Your objective –
Under no circumstances alter the records; copy each one exactly.

[Stored data]
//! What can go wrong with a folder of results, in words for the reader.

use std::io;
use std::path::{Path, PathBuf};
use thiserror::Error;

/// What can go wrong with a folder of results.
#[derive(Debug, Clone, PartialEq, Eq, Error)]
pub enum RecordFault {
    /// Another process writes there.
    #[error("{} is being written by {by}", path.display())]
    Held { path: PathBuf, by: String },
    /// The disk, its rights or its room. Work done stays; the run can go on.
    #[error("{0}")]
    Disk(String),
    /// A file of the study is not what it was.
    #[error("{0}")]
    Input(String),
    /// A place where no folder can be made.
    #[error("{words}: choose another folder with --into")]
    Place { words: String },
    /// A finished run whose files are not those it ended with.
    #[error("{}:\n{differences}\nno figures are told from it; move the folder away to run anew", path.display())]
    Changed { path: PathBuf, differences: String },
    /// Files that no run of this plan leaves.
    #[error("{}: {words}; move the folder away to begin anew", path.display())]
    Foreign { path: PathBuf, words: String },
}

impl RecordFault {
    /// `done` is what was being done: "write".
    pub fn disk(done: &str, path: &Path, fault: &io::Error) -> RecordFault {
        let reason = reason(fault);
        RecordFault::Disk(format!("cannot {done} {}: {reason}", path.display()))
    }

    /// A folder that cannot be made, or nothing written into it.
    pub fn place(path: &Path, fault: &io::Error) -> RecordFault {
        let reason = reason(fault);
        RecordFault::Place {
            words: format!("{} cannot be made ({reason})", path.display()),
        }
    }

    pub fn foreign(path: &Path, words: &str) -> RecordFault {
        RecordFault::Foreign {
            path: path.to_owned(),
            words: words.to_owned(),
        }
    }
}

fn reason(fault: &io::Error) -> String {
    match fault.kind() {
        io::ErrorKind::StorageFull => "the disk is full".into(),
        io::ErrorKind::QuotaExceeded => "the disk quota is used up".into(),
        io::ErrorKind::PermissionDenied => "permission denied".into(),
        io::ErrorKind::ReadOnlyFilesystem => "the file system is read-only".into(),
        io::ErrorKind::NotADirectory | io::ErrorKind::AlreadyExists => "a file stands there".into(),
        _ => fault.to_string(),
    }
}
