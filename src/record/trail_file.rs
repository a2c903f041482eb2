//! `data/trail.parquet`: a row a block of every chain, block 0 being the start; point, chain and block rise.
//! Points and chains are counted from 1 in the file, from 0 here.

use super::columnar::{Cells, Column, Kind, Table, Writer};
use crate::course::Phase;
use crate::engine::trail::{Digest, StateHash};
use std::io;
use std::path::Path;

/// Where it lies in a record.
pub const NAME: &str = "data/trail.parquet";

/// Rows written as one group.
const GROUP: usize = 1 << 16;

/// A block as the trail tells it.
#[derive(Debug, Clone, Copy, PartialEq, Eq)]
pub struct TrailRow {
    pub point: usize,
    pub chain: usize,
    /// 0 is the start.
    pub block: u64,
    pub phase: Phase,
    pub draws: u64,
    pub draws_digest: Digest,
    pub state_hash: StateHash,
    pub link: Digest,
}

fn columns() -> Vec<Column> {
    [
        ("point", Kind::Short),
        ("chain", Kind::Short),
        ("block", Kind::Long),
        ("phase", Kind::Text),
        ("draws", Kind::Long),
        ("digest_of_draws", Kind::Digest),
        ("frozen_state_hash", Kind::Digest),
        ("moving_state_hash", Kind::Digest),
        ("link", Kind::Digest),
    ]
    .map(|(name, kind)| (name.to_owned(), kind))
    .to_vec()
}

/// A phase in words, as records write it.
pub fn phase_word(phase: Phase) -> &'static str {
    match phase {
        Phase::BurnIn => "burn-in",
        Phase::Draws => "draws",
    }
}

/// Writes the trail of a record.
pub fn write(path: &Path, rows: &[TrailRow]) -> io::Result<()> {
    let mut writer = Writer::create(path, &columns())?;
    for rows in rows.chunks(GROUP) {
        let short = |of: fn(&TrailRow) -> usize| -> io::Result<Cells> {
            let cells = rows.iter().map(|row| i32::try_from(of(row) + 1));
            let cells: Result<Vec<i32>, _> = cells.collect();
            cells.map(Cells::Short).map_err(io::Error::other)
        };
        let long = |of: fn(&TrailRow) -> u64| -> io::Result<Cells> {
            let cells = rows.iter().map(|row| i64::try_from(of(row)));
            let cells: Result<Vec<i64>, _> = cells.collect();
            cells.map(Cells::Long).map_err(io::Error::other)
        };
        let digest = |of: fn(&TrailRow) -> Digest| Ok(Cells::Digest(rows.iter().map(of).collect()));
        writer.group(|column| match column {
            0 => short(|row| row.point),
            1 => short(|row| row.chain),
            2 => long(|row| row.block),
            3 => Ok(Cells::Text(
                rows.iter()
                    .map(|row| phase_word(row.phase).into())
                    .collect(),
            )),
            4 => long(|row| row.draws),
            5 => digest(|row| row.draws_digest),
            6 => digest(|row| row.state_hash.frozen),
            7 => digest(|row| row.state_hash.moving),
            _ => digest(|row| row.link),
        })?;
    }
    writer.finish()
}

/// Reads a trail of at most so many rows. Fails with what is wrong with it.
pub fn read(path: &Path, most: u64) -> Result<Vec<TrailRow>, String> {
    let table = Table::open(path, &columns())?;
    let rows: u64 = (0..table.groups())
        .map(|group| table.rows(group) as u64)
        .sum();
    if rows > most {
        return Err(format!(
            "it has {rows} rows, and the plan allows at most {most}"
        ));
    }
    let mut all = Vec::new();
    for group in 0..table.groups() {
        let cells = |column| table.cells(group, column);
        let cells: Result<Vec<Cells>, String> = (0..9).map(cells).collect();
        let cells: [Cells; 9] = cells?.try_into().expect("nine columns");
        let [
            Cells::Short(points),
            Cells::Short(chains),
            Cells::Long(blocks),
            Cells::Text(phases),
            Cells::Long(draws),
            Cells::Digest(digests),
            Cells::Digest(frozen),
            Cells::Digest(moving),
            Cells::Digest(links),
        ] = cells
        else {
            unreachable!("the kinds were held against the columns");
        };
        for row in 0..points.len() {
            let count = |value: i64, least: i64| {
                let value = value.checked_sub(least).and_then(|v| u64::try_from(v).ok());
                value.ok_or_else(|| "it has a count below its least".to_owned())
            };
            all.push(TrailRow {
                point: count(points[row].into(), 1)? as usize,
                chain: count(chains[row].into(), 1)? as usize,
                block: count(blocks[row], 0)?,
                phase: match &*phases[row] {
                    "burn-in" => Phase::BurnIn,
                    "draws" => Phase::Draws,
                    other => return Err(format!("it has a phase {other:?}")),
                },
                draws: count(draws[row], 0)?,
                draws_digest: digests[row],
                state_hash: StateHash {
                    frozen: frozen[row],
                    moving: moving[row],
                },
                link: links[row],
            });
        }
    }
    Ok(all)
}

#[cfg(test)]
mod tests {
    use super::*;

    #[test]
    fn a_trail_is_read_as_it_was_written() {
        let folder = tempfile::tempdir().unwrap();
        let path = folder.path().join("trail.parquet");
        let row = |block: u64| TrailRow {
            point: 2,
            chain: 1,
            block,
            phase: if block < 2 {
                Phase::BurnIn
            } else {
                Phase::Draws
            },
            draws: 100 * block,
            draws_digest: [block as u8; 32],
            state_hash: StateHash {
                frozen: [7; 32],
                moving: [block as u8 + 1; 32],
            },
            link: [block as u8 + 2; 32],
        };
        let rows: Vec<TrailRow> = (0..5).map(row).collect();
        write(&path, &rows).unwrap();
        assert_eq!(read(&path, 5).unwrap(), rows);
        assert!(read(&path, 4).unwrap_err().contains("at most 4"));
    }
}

Reply to the task –
//! What can go wrong with a folder of results, in words for the reader.

use std::io;
use std::path::{Path, PathBuf};
use thiserror::Error;

/// What can go wrong with a folder of results.
#[derive(Debug, Clone, PartialEq, Eq, Error)]
pub enum RecordFault {
    /// Another process writes there.
    #[error("{} is being written by {by}", path.display())]
    Held { path: PathBuf, by: String },
    /// The disk, its rights or its room. Work done stays; the run can go on.
    #[error("{0}")]
    Disk(String),
    /// A file of the study is not what it was.
    #[error("{0}")]
    Input(String),
    /// A place where no folder can be made.
    #[error("{words}: choose another folder with --into")]
    Place { words: String },
    /// A finished run whose files are not those it ended with.
    #[error("{}:\n{differences}\nno figures are told from it; move the folder away to run anew", path.display())]
    Changed { path: PathBuf, differences: String },
    /// Files that no run of this plan leaves.
    #[error("{}: {words}; move the folder away to begin anew", path.display())]
    Foreign { path: PathBuf, words: String },
}

impl RecordFault {
    /// `done` is what was being done: "write".
    pub fn disk(done: &str, path: &Path, fault: &io::Error) -> RecordFault {
        let reason = reason(fault);
        RecordFault::Disk(format!("cannot {done} {}: {reason}", path.display()))
    }

    /// A folder that cannot be made, or nothing written into it.
    pub fn place(path: &Path, fault: &io::Error) -> RecordFault {
        let reason = reason(fault);
        RecordFault::Place {
            words: format!("{} cannot be made ({reason})", path.display()),
        }
    }

    pub fn foreign(path: &Path, words: &str) -> RecordFault {
        RecordFault::Foreign {
            path: path.to_owned(),
            words: words.to_owned(),
        }
    }
}

fn reason(fault: &io::Error) -> String {
    match fault.kind() {
        io::ErrorKind::StorageFull => "the disk is full".into(),
        io::ErrorKind::QuotaExceeded => "the disk quota is used up".into(),
        io::ErrorKind::PermissionDenied => "permission denied".into(),
        io::ErrorKind::ReadOnlyFilesystem => "the file system is read-only".into(),
        io::ErrorKind::NotADirectory | io::ErrorKind::AlreadyExists => "a file stands there".into(),
        _ => fault.to_string(),
    }
}
filename src/record/trail_file.rs
repository a2c903f041482eb2
//! `data/trail.parquet`: a row a block of every chain, block 0 being the start; point, chain and block rise.
//! Points and chains are counted from 1 in the file, from 0 here.

use super::columnar::{Cells, Column, Kind, Table, Writer};
use crate::course::Phase;
use crate::engine::trail::{Digest, StateHash};
use std::io;
use std::path::Path;

/// Where it lies in a record.
pub const NAME: &str = "data/trail.parquet";

/// Rows written as one group.
const GROUP: usize = 1 << 16;

/// A block as the trail tells it.
#[derive(Debug, Clone, Copy, PartialEq, Eq)]
pub struct TrailRow {
    pub point: usize,
    pub chain: usize,
    /// 0 is the start.
    pub block: u64,
    pub phase: Phase,
    pub draws: u64,
    pub draws_digest: Digest,
    pub state_hash: StateHash,
    pub link: Digest,
}

fn columns() -> Vec<Column> {
    [
        ("point", Kind::Short),
        ("chain", Kind::Short),
        ("block", Kind::Long),
        ("phase", Kind::Text),
        ("draws", Kind::Long),
        ("digest_of_draws", Kind::Digest),
        ("frozen_state_hash", Kind::Digest),
        ("moving_state_hash", Kind::Digest),
        ("link", Kind::Digest),
    ]
    .map(|(name, kind)| (name.to_owned(), kind))
    .to_vec()
}

/// A phase in words, as records write it.
pub fn phase_word(phase: Phase) -> &'static str {
    match phase {
        Phase::BurnIn => "burn-in",
        Phase::Draws => "draws",
    }
}

/// Writes the trail of a record.
pub fn write(path: &Path, rows: &[TrailRow]) -> io::Result<()> {
    let mut writer = Writer::create(path, &columns())?;
    for rows in rows.chunks(GROUP) {
        let short = |of: fn(&TrailRow) -> usize| -> io::Result<Cells> {
            let cells = rows.iter().map(|row| i32::try_from(of(row) + 1));
            let cells: Result<Vec<i32>, _> = cells.collect();
            cells.map(Cells::Short).map_err(io::Error::other)
        };
        let long = |of: fn(&TrailRow) -> u64| -> io::Result<Cells> {
            let cells = rows.iter().map(|row| i64::try_from(of(row)));
            let cells: Result<Vec<i64>, _> = cells.collect();
            cells.map(Cells::Long).map_err(io::Error::other)
        };
        let digest = |of: fn(&TrailRow) -> Digest| Ok(Cells::Digest(rows.iter().map(of).collect()));
        writer.group(|column| match column {
            0 => short(|row| row.point),
            1 => short(|row| row.chain),
            2 => long(|row| row.block),
            3 => Ok(Cells::Text(
                rows.iter()
                    .map(|row| phase_word(row.phase).into())
                    .collect(),
            )),
            4 => long(|row| row.draws),
            5 => digest(|row| row.draws_digest),
            6 => digest(|row| row.state_hash.frozen),
            7 => digest(|row| row.state_hash.moving),
            _ => digest(|row| row.link),
        })?;
    }
    writer.finish()
}

/// Reads a trail of at most so many rows. Fails with what is wrong with it.
pub fn read(path: &Path, most: u64) -> Result<Vec<TrailRow>, String> {
    let table = Table::open(path, &columns())?;
    let rows: u64 = (0..table.groups())
        .map(|group| table.rows(group) as u64)
        .sum();
    if rows > most {
        return Err(format!(
            "it has {rows} rows, and the plan allows at most {most}"
        ));
    }
    let mut all = Vec::new();
    for group in 0..table.groups() {
        let cells = |column| table.cells(group, column);
        let cells: Result<Vec<Cells>, String> = (0..9).map(cells).collect();
        let cells: [Cells; 9] = cells?.try_into().expect("nine columns");
        let [
            Cells::Short(points),
            Cells::Short(chains),
            Cells::Long(blocks),
            Cells::Text(phases),
            Cells::Long(draws),
            Cells::Digest(digests),
            Cells::Digest(frozen),
            Cells::Digest(moving),
            Cells::Digest(links),
        ] = cells
        else {
            unreachable!("the kinds were held against the columns");
        };
        for row in 0..points.len() {
            let count = |value: i64, least: i64| {
                let value = value.checked_sub(least).and_then(|v| u64::try_from(v).ok());
                value.ok_or_else(|| "it has a count below its least".to_owned())
            };
            all.push(TrailRow {
                point: count(points[row].into(), 1)? as usize,
                chain: count(chains[row].into(), 1)? as usize,
                block: count(blocks[row], 0)?,
                phase: match &*phases[row] {
                    "burn-in" => Phase::BurnIn,
                    "draws" => Phase::Draws,
                    other => return Err(format!("it has a phase {other:?}")),
                },
                draws: count(draws[row], 0)?,
                draws_digest: digests[row],
                state_hash: StateHash {
                    frozen: frozen[row],
                    moving: moving[row],
                },
                link: links[row],
            });
        }
    }
    Ok(all)
}

#[cfg(test)]
mod tests {
    use super::*;

    #[test]
    fn a_trail_is_read_as_it_was_written() {
        let folder = tempfile::tempdir().unwrap();
        let path = folder.path().join("trail.parquet");
        let row = |block: u64| TrailRow {
            point: 2,
            chain: 1,
            block,
            phase: if block < 2 {
                Phase::BurnIn
            } else {
                Phase::Draws
            },
            draws: 100 * block,
            draws_digest: [block as u8; 32],
            state_hash: StateHash {
                frozen: [7; 32],
                moving: [block as u8 + 1; 32],
            },
            link: [block as u8 + 2; 32],
        };
        let rows: Vec<TrailRow> = (0..5).map(row).collect();
        write(&path, &rows).unwrap();
        assert_eq!(read(&path, 5).unwrap(), rows);
        assert!(read(&path, 4).unwrap_err().contains("at most 4"));
    }
}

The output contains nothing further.